Former Democrat Congressman David Skaggs, now in charge of higher education in Colorado, wants in-state tuition breaks for the children of illegal immigrants:
Colorado higher education director David Skaggs says he will try to remove legal barriers to in-state tuition for Colorado students whose parents are in the country illegally.

"The disconnect is, we treat these kids as Colorado kids for purposes of K-12 education, and then suddenly they fall off the edge of the Earth," Skaggs said. "Then we try to encourage them to think about going to college, and the status of their parents hasn't been an issue until suddenly they're faced with this resident tuition question."
. . .
The dispute involves only those students under 23 years of age who are not emancipated, meaning that they are still claimed by their parents as dependents on their income taxes.

Skaggs said he has asked the Colorado attorney general's office to clarify the law. He said if the advice from the attorney general is that a child of illegal residents doesn't qualify for in-state tuition, he will ask the legislature to change the law.
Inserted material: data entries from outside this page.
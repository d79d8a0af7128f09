// How the attributes of interchange formats (GraphML, GML, CSV) map onto the design model.
// Names are matched case-insensitively; whatever is not mapped stays in `attrs` for reports.
// The spellings come from the files we read: the Internet Topology Zoo (Knight et al., IEEE
// JSAC 2011) uses Latitude/Longitude, label, type, LinkLabel, LinkSpeed/LinkSpeedUnits/
// LinkSpeedRaw (bit/s); other tools write lat/lon, x/y, weight, length, latency or delay.

import type { SourcePos } from './model.js';
import type { LinkInput, NodeInput, TopologyBuilder } from './builder.js';

const NODE_FIELDS: Readonly<Record<string, 'label' | 'kind' | 'lat' | 'lon' | 'x' | 'y' | 'hardened'>> = {
  label: 'label',
  name: 'label',
  type: 'kind',
  kind: 'kind',
  latitude: 'lat',
  lat: 'lat',
  longitude: 'lon',
  lon: 'lon',
  lng: 'lon',
  long: 'lon',
  x: 'x',
  y: 'y',
  hardened: 'hardened',
};

const LINK_FIELDS: Readonly<Record<string, 'length' | 'latency' | 'capacity' | 'weight' | 'bitrate' | 'riskGroups' | 'hardened'>> = {
  weight: 'weight',
  cost: 'weight',
  length: 'length',
  length_km: 'length',
  distance: 'length',
  linklength: 'length',
  latency: 'latency',
  latency_ms: 'latency',
  delay: 'latency',
  linklatency: 'latency',
  linkdelay: 'latency',
  capacity: 'capacity',
  capacity_gbps: 'capacity',
  bandwidth: 'capacity',
  // The zoo's raw link speed is in bit/s; capacity is kept in Gbit/s.
  linkspeedraw: 'bitrate',
  risk_groups: 'riskGroups',
  srlg: 'riskGroups',
  srlgs: 'riskGroups',
  hardened: 'hardened',
};

/** What the attributes say about a node: every NodeInput field but its id and position. */
export type MappedNode = Omit<NodeInput, 'id' | 'pos' | 'attrs'> & { attrs: Record<string, unknown> };

/** What the attributes say about a link: its measured quantities, risk groups and flag. */
export type MappedLink = Pick<LinkInput, 'length' | 'latency' | 'capacity' | 'weight' | 'riskGroups' | 'hardened'> & {
  attrs: Record<string, unknown>;
};

/** A finite number from a number or numeric string, else undefined. */
export function toNumber(v: unknown): number | undefined {
  if (typeof v === 'number') return Number.isFinite(v) ? v : undefined;
  if (typeof v !== 'string') return undefined;
  const s = v.trim();
  if (s === '' || !/^[+-]?(\d+\.?\d*|\.\d+)([eE][+-]?\d+)?$/.test(s)) return undefined;
  // "1e999" is well formed but overflows to Infinity: not a length anyone measured.
  const n = Number(s);
  return Number.isFinite(n) ? n : undefined;
}

export function toFlag(v: unknown): boolean | undefined {
  if (typeof v === 'boolean') return v;
  if (typeof v === 'number') return v !== 0;
  if (typeof v !== 'string') return undefined;
  const s = v.trim().toLowerCase();
  if (['1', 'true', 'yes', 'y'].includes(s)) return true;
  if (['0', 'false', 'no', 'n', ''].includes(s)) return false;
  return undefined;
}

const text = (v: unknown): string => (typeof v === 'string' ? v : String(v));

/**
 * Map one node's raw attributes. `posOf(name)` gives where an attribute is written (for
 * warnings); coordinates out of range are dropped with a warning rather than refused,
 * since interchange files often carry drawing positions in x/y.
 */
export function mapNodeAttributes(
  raw: Readonly<Record<string, unknown>>,
  b: TopologyBuilder,
  posOf: (name: string) => SourcePos,
): MappedNode {
  const out: MappedNode = { attrs: {} };
  let x: [number, string] | undefined;
  let y: [number, string] | undefined;
  let lat: [number, string] | undefined;
  let lon: [number, string] | undefined;
  for (const [name, value] of Object.entries(raw)) {
    const field = NODE_FIELDS[name.toLowerCase()];
    if (field === 'label') out.label = text(value);
    else if (field === 'kind') out.kind = text(value);
    else if (field === 'hardened') {
      const f = toFlag(value);
      if (f === undefined) throw b.error(`"${name}" must be true/false or 1/0, not "${text(value)}"`, posOf(name));
      out.hardened = f;
    } else if (field === 'lat' || field === 'lon' || field === 'x' || field === 'y') {
      const n = toNumber(value);
      if (n === undefined) {
        b.warn(`node coordinate "${name}" is not a number ("${text(value)}"); ignored`, posOf(name));
        out.attrs[name] = value;
        continue;
      }
      if (field === 'lat') lat = [n, name];
      else if (field === 'lon') lon = [n, name];
      else if (field === 'x') x = [n, name];
      else y = [n, name];
      out.attrs[name] = value;
    } else {
      out.attrs[name] = value;
    }
  }
  // x/y are read as longitude/latitude only when the file has no latitude/longitude.
  if (lat === undefined && lon === undefined && x !== undefined && y !== undefined) {
    lat = y;
    lon = x;
  }
  if (lat !== undefined && lon !== undefined) {
    for (const name of [lat[1], lon[1]]) delete out.attrs[name];
    if (Math.abs(lat[0]) <= 90 && Math.abs(lon[0]) <= 180) {
      out.lat = lat[0];
      out.lon = lon[0];
    } else {
      b.warn(`coordinates ${lat[1]}=${lat[0]}, ${lon[1]}=${lon[0]} are not a latitude/longitude; ignored`, posOf(lat[1]));
      out.attrs[lat[1]] = lat[0];
      out.attrs[lon[1]] = lon[0];
    }
  } else if ((lat === undefined) !== (lon === undefined)) {
    const only = (lat ?? lon)!;
    b.warn(`node has "${only[1]}" but not the other coordinate; no site recorded`, posOf(only[1]));
  }
  return out;
}

/** Map one link's raw attributes; numeric fields must be non-negative numbers. */
export function mapLinkAttributes(
  raw: Readonly<Record<string, unknown>>,
  b: TopologyBuilder,
  posOf: (name: string) => SourcePos,
): MappedLink {
  const out: MappedLink = { attrs: {} };
  for (const [name, value] of Object.entries(raw)) {
    const field = LINK_FIELDS[name.toLowerCase()];
    if (field === undefined) {
      out.attrs[name] = value;
      continue;
    }
    if (field === 'riskGroups') {
      out.riskGroups = text(value)
        .split(';')
        .map((s) => s.trim())
        .filter((s) => s !== '');
      continue;
    }
    if (field === 'hardened') {
      const f = toFlag(value);
      if (f === undefined) throw b.error(`"${name}" must be true/false or 1/0, not "${text(value)}"`, posOf(name));
      out.hardened = f;
      continue;
    }
    if (typeof value === 'string' && value.trim() === '') continue; // an empty cell: unknown
    const n = toNumber(value);
    if (field === 'bitrate') {
      // Informational; a malformed speed is kept as written rather than refused.
      if (n !== undefined && n >= 0) out.capacity ??= n / 1e9;
      out.attrs[name] = value;
      continue;
    }
    if (n === undefined) throw b.error(`link ${name} must be a number, not "${text(value)}"`, posOf(name), 'write a plain decimal number');
    if (n < 0) throw b.error(`link ${name} must not be negative (${n})`, posOf(name));
    if (field === 'capacity') out.capacity = n;
    else out[field] = n;
  }
  return out;
}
"My hope is that they (the attorney general's staff) will say that an otherwise eligible Colorado . . . student shouldn't be disqualified from resident tuition because his or her parents happen not to be able to document their status in the country," Skaggs said.

Nate Strauch, spokesman for Attorney General John Suthers, said that an answer could come in a few weeks.
No Mr. Skaggs, the disconnect is how this state or any state could offer the benefits of in-state tuition to children of illegal immigrants and not to CITIZENS OF THIS COUNTRY who just happen to be from another state. These students have received their federally mandated K-12 education--let them pony up the cash, find scholarships, work while in school or take out loans to pay for college, just like citizens of the USA and residents of this state have to do themselves. As of now, Metro State charges non-resident tuition; however, CU grants in-state tuition.

Notice too how Skaggs finds the only solution to granting in-state tuition can be found through the legislature, and not through referenda or initiatives--something the public could directly determine.

Oh well, this isn't the first time pro-amnesty advocates have tried to do an end-around on Colorado's laws barring in-state tuition for illegal immigrants.